In forensic casework, especially in cases involving juvenile remains, sex estimation is often limited due to the incomplete development of sexually dimorphic traits. The present study provides forensic anthropologists with an alternative approach by validating the use of FM dimensions as a reliable indicator of sex in Malaysian juveniles. The FM is one of the preserved cranial structures in fragmentary remains; hence, these findings are particularly valuable in mass disaster situations, criminal investigations, or archaeological contexts where only partial remains are available. ⁵ Moreover, the use of MSCT data allows for retrospective analysis and 3D reconstruction, offering practical advantages for long-term forensic investigations. ²⁸ Finally, the present study not only supports current forensic applications but also lays a foundation for future methodological innovation in the field.

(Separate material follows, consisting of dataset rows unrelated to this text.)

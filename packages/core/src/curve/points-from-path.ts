import { requirePositive } from "../ground/domain.js";
import { MalformedDataError, OutOfDomainError } from "../ground/errors.js";
import { refuseUnknownKeys } from "../ground/options.js";
import type { Pixel } from "./axis-fit.js";
import type { AxesCalibration } from "./calibrate-axes.js";
import type { Curve, CurveSourceEntry } from "./curve.js";
import { flattenPath } from "./flatten-path.js";
import { pointsFromPicks } from "./points-from-picks.js";

/** What {@link pointsFromPath} takes besides the path. */
export interface PathOptions {
  /** Largest distance of a chord from its curve, pixels; 0.1 unless given. */
  readonly tolerancePixels?: number | undefined;
  /** Standard uncertainty of the trace against the true curve, pixels; 0.25 unless given. */
  readonly pickErrorPixels?: number | undefined;
  /** SVG transform matrix [a, b, c, d, e, f] from the path's coordinates to those of the calibration. */
  readonly matrix?: readonly [number, number, number, number, number, number] | undefined;
  readonly label?: string | undefined;
  readonly source?: readonly CurveSourceEntry[] | undefined;
}

/** Pixels by which the far end of a vertical stroke is moved on, so that a curve has one density at each frequency. */
const strokeStep = 1e-3;

/**
 * A curve traced by a vector path of a page: SVG path data whose vertices become points.
 *
 * @param calibration - from `calibrateAxes`, in the path's coordinates or in those the matrix leads to.
 * @param pathData - SVG path data (W3C SVG 2 grammar: all commands, relative and absolute, compact numbers).
 * @param options - flattening tolerance, pick error, transform, label and provenance.
 * @returns a curve in ascending frequency; `thinCurve` makes it small.
 * @throws MalformedDataError for text that is no path, a trace that doubles back in frequency by more than a pick error, or
 *   subpaths that overlap in frequency, with the place.
 *
 * @example
 * ```ts
 * import { calibrateAxes, pointsFromPath } from "@quietband/core";
 * const plot = calibrateAxes({
 *   unit: "V",
 *   frequency: { kind: "log", ticks: [{ pixel: 100, value: 1 }, { pixel: 700, value: 1000 }] },
 *   density: { kind: "log", ticks: [{ pixel: 400, value: 1e-9 }, { pixel: 50, value: 1e-7 }] },
 * });
 * pointsFromPath(plot, "M100 50L300 225h400").points.length; // → 3
 * ```
 */
export function pointsFromPath(calibration: AxesCalibration, pathData: string, options: PathOptions = {}): Curve {
  refuseUnknownKeys("pointsFromPath", ["tolerancePixels", "pickErrorPixels", "matrix", "label", "source"], options);
  const { tolerancePixels = 0.1, pickErrorPixels = 0.25, matrix = [1, 0, 0, 1, 0, 0] } = options;
  requirePositive("tolerancePixels", tolerancePixels, "pixels");
  requirePositive("pickErrorPixels", pickErrorPixels, "pixels");
  const [a, b, c, d, e, f] = matrix;
  // the larger singular value: what the matrix stretches most, columns need not be at right angles
  const scale = 0.5 * (Math.hypot(a + d, b - c) + Math.hypot(a - d, b + c));
  if (!(matrix.every(Number.isFinite) && Math.abs(a * d - b * c) > 0))
    throw new OutOfDomainError(
      `matrix must be six finite numbers [a, b, c, d, e, f] that can be inverted; got ${matrix.join(", ")}.`,
    );
  const strokes = flattenPath(pathData, tolerancePixels / scale)
    .map((subpath) => subpath.map(({ x, y }) => ({ x: a * x + c * y + e, y: b * x + d * y + f })))
    .map((subpath) => ascending(subpath, calibration, pickErrorPixels))
    .toSorted((one, other) => placeOf(one[0], calibration) - placeOf(other[0], calibration));
  const trace: Pixel[] = [];
  for (const stroke of strokes) {
    const end = trace.at(-1);
    const begin = stroke[0] as Pixel;
    if (end !== undefined && placeOf(begin, calibration) < placeOf(end, calibration) - pickErrorPixels)
      throw new MalformedDataError(
        `Two subpaths overlap in frequency at pixel ${said(begin)}; give the path of one curve only.`,
      );
    for (const place of stroke) append(trace, place, calibration);
  }
  if (placeOf(trace.at(-1), calibration) - placeOf(trace[0], calibration) < 2 * strokeStep)
    throw new MalformedDataError("The path must hold at least two places at different frequencies to be a curve.");
  return pointsFromPicks(calibration, trace, { pickErrorPixels, label: options.label, source: options.source });
}

/** Distance along the frequency axis in pixels. */
function placeOf(pixel: Pixel | undefined, { axes: { fit } }: AxesCalibration): number {
  if (pixel === undefined) return 0;
  const along = fit.shiftOf({ x: 1, y: 0 }).u;
  return fit.coordinatesAt(pixel).u / Math.abs(along);
}

/** A stroke turned to ascending frequency; small steps back are within the pick error and dropped, larger ones refused. */
function ascending(subpath: readonly Pixel[], calibration: AxesCalibration, pickError: number): readonly Pixel[] {
  const forward = placeOf(subpath.at(-1), calibration) >= placeOf(subpath[0], calibration);
  const stroke = forward ? subpath : subpath.toReversed();
  const kept: Pixel[] = [];
  let furthest = Number.NEGATIVE_INFINITY;
  for (const place of stroke) {
    const at = placeOf(place, calibration);
    if (at < furthest - pickError)
      throw new MalformedDataError(
        `The trace doubles back in frequency at pixel ${said(place)}, by ${(furthest - at).toFixed(1)} pixels; a curve has one density at each frequency.`,
      );
    if (at >= furthest) kept.push(place);
    furthest = Math.max(furthest, at);
  }
  return kept;
}

/** Keeps frequencies strictly ascending: of a vertical stroke the first place and, a step on, the last. */
function append(trace: Pixel[], place: Pixel, calibration: AxesCalibration): void {
  const last = trace.at(-1);
  if (last === undefined || placeOf(place, calibration) > placeOf(last, calibration) + strokeStep / 2) {
    trace.push(place);
    return;
  }
  // where one stroke ends and the next begins there is nothing new
  if (Math.hypot(place.x - last.x, place.y - last.y) < strokeStep / 2) return;
  const before = trace.at(-2);
  const direction = Math.sign(calibration.axes.fit.shiftOf({ x: 1, y: 0 }).u);
  if (before !== undefined && placeOf(last, calibration) - placeOf(before, calibration) <= 1.5 * strokeStep)
    trace.pop();
  trace.push({ x: last.x + direction * strokeStep, y: place.y });
}

function said({ x, y }: Pixel): string {
  return `(${x.toFixed(1)}, ${y.toFixed(1)})`;
}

This study has a few limitations that should be acknowledged. First, the sample may not fully represent the entire Malaysian population, as the MSCT data were obtained from a single medical institution, which may limit the generalisability of the findings to other regions. Second, the socioeconomic background of the individuals was unknown, and it was assumed that all participants had equal access to healthcare. Despite these limitations, the study has several strengths. It utilises high-resolution MSCT, allowing for precise and reliable measurement of the FM. It also addresses a gap in the literature by focusing on the Malaysian juvenile population. The balanced sample of 100 males and 100 females adds to the strength of the analysis, enhancing the reliability of the results. Importantly, the findings offer potential applications for sex estimation in juvenile individuals within the Malaysian population.

The present study offers valuable findings that contribute to the foundation for future research in the development of sex identification methods. To enhance the generalisability and accuracy of such models, future studies should consider expanding the sample size to include individuals from various geographic regions across Malaysia, thereby enabling the identification of population-specific patterns. Additionally, incorporating adult populations will provide a more comprehensive understanding of sexual dimorphism in the FM across different age groups. Lastly, the integration of advanced computational approaches, such as machine learning and deep learning, presents significant potential in forensic anthropology. With access to large and diverse datasets, these technologies may offer more accurate, efficient, and objective methods for sex estimation.

Conclusion

This study demonstrated the potential of the skull base as an indicator for sex estimation in the Malaysian juvenile population. The FM sexual differences offer valuable and reliable information in cases where genetic profiling is impossible due to bone deterioration and partial skull remains. Achieving a higher precision in sex estimation largely depends on utilising representative population standards for individual classification.^33,57 Our findings suggest that FM parameters can complement the existing sexing data and be combined with other methods to aid in estimating the sex of a skeleton.